Develop external services (separate from OSF code base) to export OSF business objects and associated resources to DC Packages. (Import from DC packages to OSF is anticipated as a next step.)
If we envision DC as providing curation services to data in OSF, package import/export provides a basis for mechanisms of transfer of archivally-relevant materials between OSF and DC services.
Data Conservancy develops an RDF-based OSF data model, which could be leveraged for future use cases. OSF would be able to include preservation and curation events in the OSF UI activity feeds.
- OSF is intended to be a part of a researcher's’ workflow
- Many data curation activities are not a part of a researcher's’ workflow
- Individual institutions may have data curation requirements not satisfied by the general OSF framework or individual OSF storage providers chosen by a researcher (e.g. figshare).

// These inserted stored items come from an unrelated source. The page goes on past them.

"""Which velocity components a spectrum shows, and the declared velocity."""

from __future__ import annotations

from dataclasses import dataclass, replace

import numpy as np

from . import ion_velocities
from .gas import find_clouds, find_emission
from .model import VelocityResult
from .populations import HYDROGEN, NEBULAR, SKY, STELLAR, TELLURIC, Component
from .temperature import COARSE
from .second_star import find_second_star
from .velocity import (
    ORDINARY_SHIFT,
    emission_vote,
    refine,
    scattered_vote,
    stellar_vote,
    telluric_vote,
    typical_width,
)
from .voting import DECLARE_MARGIN, Vote

GIANT = -1.0  # dex of log Pe by which giants lie below dwarfs of their temperature, about
BROAD_ERROR = 2.0  # km/s: pressure shifts and asymmetric wings of hydrogen and helium


@dataclass(frozen=True, eq=False)
class Found:
    """Components, the velocity with its margin, and the vote's best temperature (K)."""

    components: tuple[Component, ...]
    velocity: VelocityResult
    temperature: float
    has_star: bool
    warnings: tuple[str, ...] = ()


def find_components(setting, progress) -> Found:
    """Votes for star, nebula and telluric lines; what was given is not searched."""
    f, o = setting.features, setting.options
    star, temperature = _star(setting, progress)
    nebula = emission_vote(f, setting.catalogue, o.velocity_range)
    main, how = _main(setting, star, nebula)
    warnings = _doubts(main, how)
    components = []
    sure = _certainty(main)
    starry = sure if how != "emission" else _certainty_at(star, main.velocity)
    if np.any(f.sign > 0):
        components.append(Component(STELLAR, main.velocity, certainty=starry))
        components.append(Component(HYDROGEN, main.velocity, certainty=starry))
    if np.any(f.sign < 0):
        certain = max(sure, nebula.certainty)
        velocity = _emission_velocity(nebula, main)
        ions = ion_velocities.unknown(setting.catalogue)
        components.append(Component(NEBULAR, velocity, certainty=certain, ions=ions))
        components.append(Component(SKY, 0.0, 0.5 if o.frame == "topocentric" else 15.0))
    telluric = telluric_vote(f, setting.catalogue, o.frame, o.velocity_range)
    # A table without coverage cannot refute telluric lines: only a clear vote brings them in.
    if np.isfinite(telluric.velocity) and (o.complete or telluric.declared):
        components.append(_telluric(telluric, o.frame, typical_width(f)))
    has_star = bool(components) and components[0].population == STELLAR and starry > 0.5
    if not has_star:
        warnings += ("no stellar absorption spectrum seen: the temperature is nominal",)
    return Found(tuple(components), main, temperature, has_star, warnings)


def _star(setting, progress) -> tuple[Vote, float]:
    """The best vote over temperatures and that temperature."""
    o = setting.options
    tried = COARSE if o.temperature is None else (o.temperature,)
    best, best_t = None, tried[0]
    for i, t in enumerate(tried):
        progress.report("voting on the velocity", i / len(tried))
        result = _vote_at(setting, t)
        if best is None or result.score.max() > best.score.max() + 3.0:
            best, best_t = result, t
    return best, float(best_t)


def _vote_at(setting, temperature: float) -> Vote:
    """The star's vote at a temperature in K."""
    f, o, absorption = setting.features, setting.options, setting.absorption(temperature)
    if o.complete:
        return stellar_vote(f, setting.catalogue, absorption, o.velocity_range)
    strengths = [absorption]
    if o.log_pe is None:
        strengths.append(setting.absorption(temperature, GIANT))
    return scattered_vote(f, setting.catalogue, strengths, o.velocity_range, setting.counts[0])


def _main(setting, star: Vote, nebula: Vote):
    """The vote that speaks for the object: the clearer of absorption and emission."""
    o = setting.options
    if o.velocity is not None:
        vote = _clearer(star, nebula)
        given = VelocityResult(
            float(o.velocity), 0.0, vote.margin, True, vote.rivals, vote.grid, vote.score, "given"
        )
        return given, "given"
    chosen = _clearer(star, nebula)
    how = "emission" if chosen is nebula else "absorption"
    result = VelocityResult(
        chosen.velocity,
        chosen.error,
        chosen.margin,
        chosen.declared,
        chosen.rivals,
        chosen.grid,
        chosen.score,
        "voting",
    )
    return result, how


def _clearer(star: Vote, nebula: Vote) -> Vote:
    """The vote with the larger margin among those that had voters."""
    if not np.isfinite(nebula.velocity):
        return star
    if not np.isfinite(star.velocity):
        return nebula
    return star if star.margin >= nebula.margin else nebula


def _emission_velocity(nebula: Vote, main: VelocityResult) -> float:
    return nebula.velocity if nebula.declared else main.velocity


def _telluric(vote: Vote, frame: str, width: float) -> Component:
    """Where telluric lines stand; wide while the vote is not clear.

    Lines broader than ORDINARY_SHIFT blend whole bands: their vote is biased, and the
    observer's frame is the better guess.
    """
    if frame in ("topocentric", "geocentric"):
        return Component(TELLURIC, vote.velocity if vote.declared else 0.0, 0.5)
    if width > ORDINARY_SHIFT:
        return Component(TELLURIC, 0.0, ORDINARY_SHIFT / 2)
    error = vote.error if vote.declared else 3.0
    return Component(TELLURIC, vote.velocity, error, certainty=vote.certainty)


def _certainty(main: VelocityResult) -> float:
    if main.declared or main.how == "given":
        return 1.0
    return float(1.0 - np.exp(-0.5 * max(main.margin, 0.0)))


def _certainty_at(vote: Vote, velocity: float) -> float:
    """Certainty that the voters' lines stand at a velocity known from elsewhere: their
    log-likelihood there over chance, with no trials to pay for."""
    if not np.isfinite(vote.velocity):
        return 0.0
    near = np.abs(vote.grid - velocity) <= 2 * max(vote.width, vote.grid[1] - vote.grid[0])
    gain = float(np.max(vote.score[near], initial=0.0))
    return 1.0 if gain >= DECLARE_MARGIN else float(1.0 - np.exp(-0.5 * max(gain, 0.0)))


def _doubts(main: VelocityResult, how: str) -> tuple[str, ...]:
    if how == "given" or main.declared:
        return ()
    if not np.isfinite(main.velocity):
        return ("too few features to find a velocity",)
    return (
        f"velocity {main.velocity:+.1f} km/s is not declared: its margin {main.margin:.1f} "
        f"over the best rival is below {DECLARE_MARGIN:.0f}",
    )


def refined(setting, found: Found, solution, temperature: float) -> Found:
    """Velocities corrected by confident claims; a second star and interstellar clouds
    looked for among what is left unexplained."""
    components, velocity = [], found.velocity
    given = setting.options.velocity is not None
    for i, component in enumerate(found.components):
        shift, error = refine(solution, i)
        fixed = given and component.population in (STELLAR, NEBULAR)
        if np.isfinite(error) and not fixed:
            component = replace(component, velocity=component.velocity + shift, error=error)
        if component.ions is not None:
            ions = ion_velocities.learned(setting.catalogue, solution, i, component.velocity)
            component = replace(component, ions=ions)
        components.append(component)
    components = _tie_hydrogen(components if given else _with_hydrogen(components))
    main = _spokesman(found, solution)
    if main is not None and found.velocity.how != "given":
        chosen = components[main]
        if chosen.error > 0:
            velocity = replace(velocity, velocity=chosen.velocity, error=chosen.error)
    star = next((c for c in components if c.population == STELLAR), None)
    second = [] if star is None else find_second_star(setting, solution, star, temperature)
    if second:
        components += second
    elif velocity.declared or velocity.how == "given":
        # While the star's velocity is open, resonance lines elsewhere may be its own.
        components += find_clouds(setting, solution, velocity.velocity)
    if star is not None and not second:
        components = find_emission(setting, solution, components, star)
    return replace(found, components=tuple(components), velocity=velocity)


def _spokesman(found: Found, solution) -> int | None:
    """The stellar or nebular component with most confident claims."""
    sure = solution.probability > 0.8
    owner = solution.problem.entries.component[solution.entry[sure]]
    counts = np.bincount(owner, minlength=len(found.components))
    usable = [i for i, c in enumerate(found.components) if c.population in (STELLAR, NEBULAR)]
    best = max(usable, key=lambda i: counts[i], default=None)
    return best if best is not None and counts[best] > 0 else None


def _with_hydrogen(components: list[Component]) -> list[Component]:
    """The star's velocity with what its broad lines say: where metal lines are few or blended,
    as in an A star at low resolution, those are the better witnesses."""
    broad = next((c for c in components if c.population == HYDROGEN), None)
    star = next((c for c in components if c.population == STELLAR), None)
    if broad is None or star is None or not (broad.error > 0 and star.error > 0):
        return components
    weights = star.error**-2, 1.0 / (broad.error**2 + BROAD_ERROR**2)
    velocity = float(np.average((star.velocity, broad.velocity), weights=weights))
    joined = replace(star, velocity=velocity, error=float(np.sum(weights) ** -0.5))
    return [joined if c is star else c for c in components]


def _tie_hydrogen(components: list[Component]) -> list[Component]:
    """Broad lines stand at the star's velocity, but their centroids are worse known."""
    star = next((c for c in components if c.population == STELLAR), None)
    if star is None:
        return components
    return [
        replace(c, velocity=star.velocity, error=max(star.error, BROAD_ERROR))
        if c.population == HYDROGEN
        else c
        for c in components
    ]


def settled(found: Found, solution) -> Found:
    """Both stars' velocities corrected once each has its own lines."""
    components = []
    for i, component in enumerate(found.components):
        shift, error = refine(solution, i)
        if component.population == STELLAR and np.isfinite(error):
            component = replace(component, velocity=component.velocity + shift, error=error)
        components.append(component)
    star = next(c for c in components if c.population == STELLAR)
    velocity = replace(found.velocity, velocity=star.velocity, error=star.error)
    return replace(found, components=tuple(components), velocity=velocity)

- The OSF UI and model allows collaborators with different roles (e.g. curators) to contribute to a project in OSF
Package export/import would be the basis for incorporation of curation activities that do not occur through the OSF user interface, including
- Automated activities (e.g. archiving, format migration, content type detection, etc)
- Activities that occur through specialized tooling (e.g. Package Tool GUI)
- The Bagit Spec provides a mechanism for packaging and verifying digital content for transfer or archiving
- The DC Packaging spec builds on BagIt, and provides:
- Mechanisms for distinguishing domain/business objects from binary content
- Mechanisms for handling link resolution between objects
- The DC Packaging spec can be used to package data files in OSF as well as OSF business object(s) that describe the component that contains them, the provider they came from, metadata data which may establish provenance, etc.
Import/export of packages from OSF could be a building block of several kinds of use cases:
- Pulling content into a tool for manual curation (e.g. the Package tool GUI)
- Separately archiving or preserving content in OSF, regardless of its native provider (e.g. figshare, github, dropbox, etc)
- Synchronizing locally modified (manual or automated) content with OSF content
- Importing locally generated content into the OSF.
- Specialized (local) indexing of content stored in OSF
- Exposing OSF content as linked data (via the Package Ingest Service)
- In the DC Packaging spec, domain objects must have an RDF representation. In theory, OSF uses JSON to represent to represent “its business objects”. There could possibly be json schemas available, but it is unclear where. We’d need to ask.
- It’s unclear if they have a defined object model at all
- We would need to confirm that the Django API supports everything that we need to do.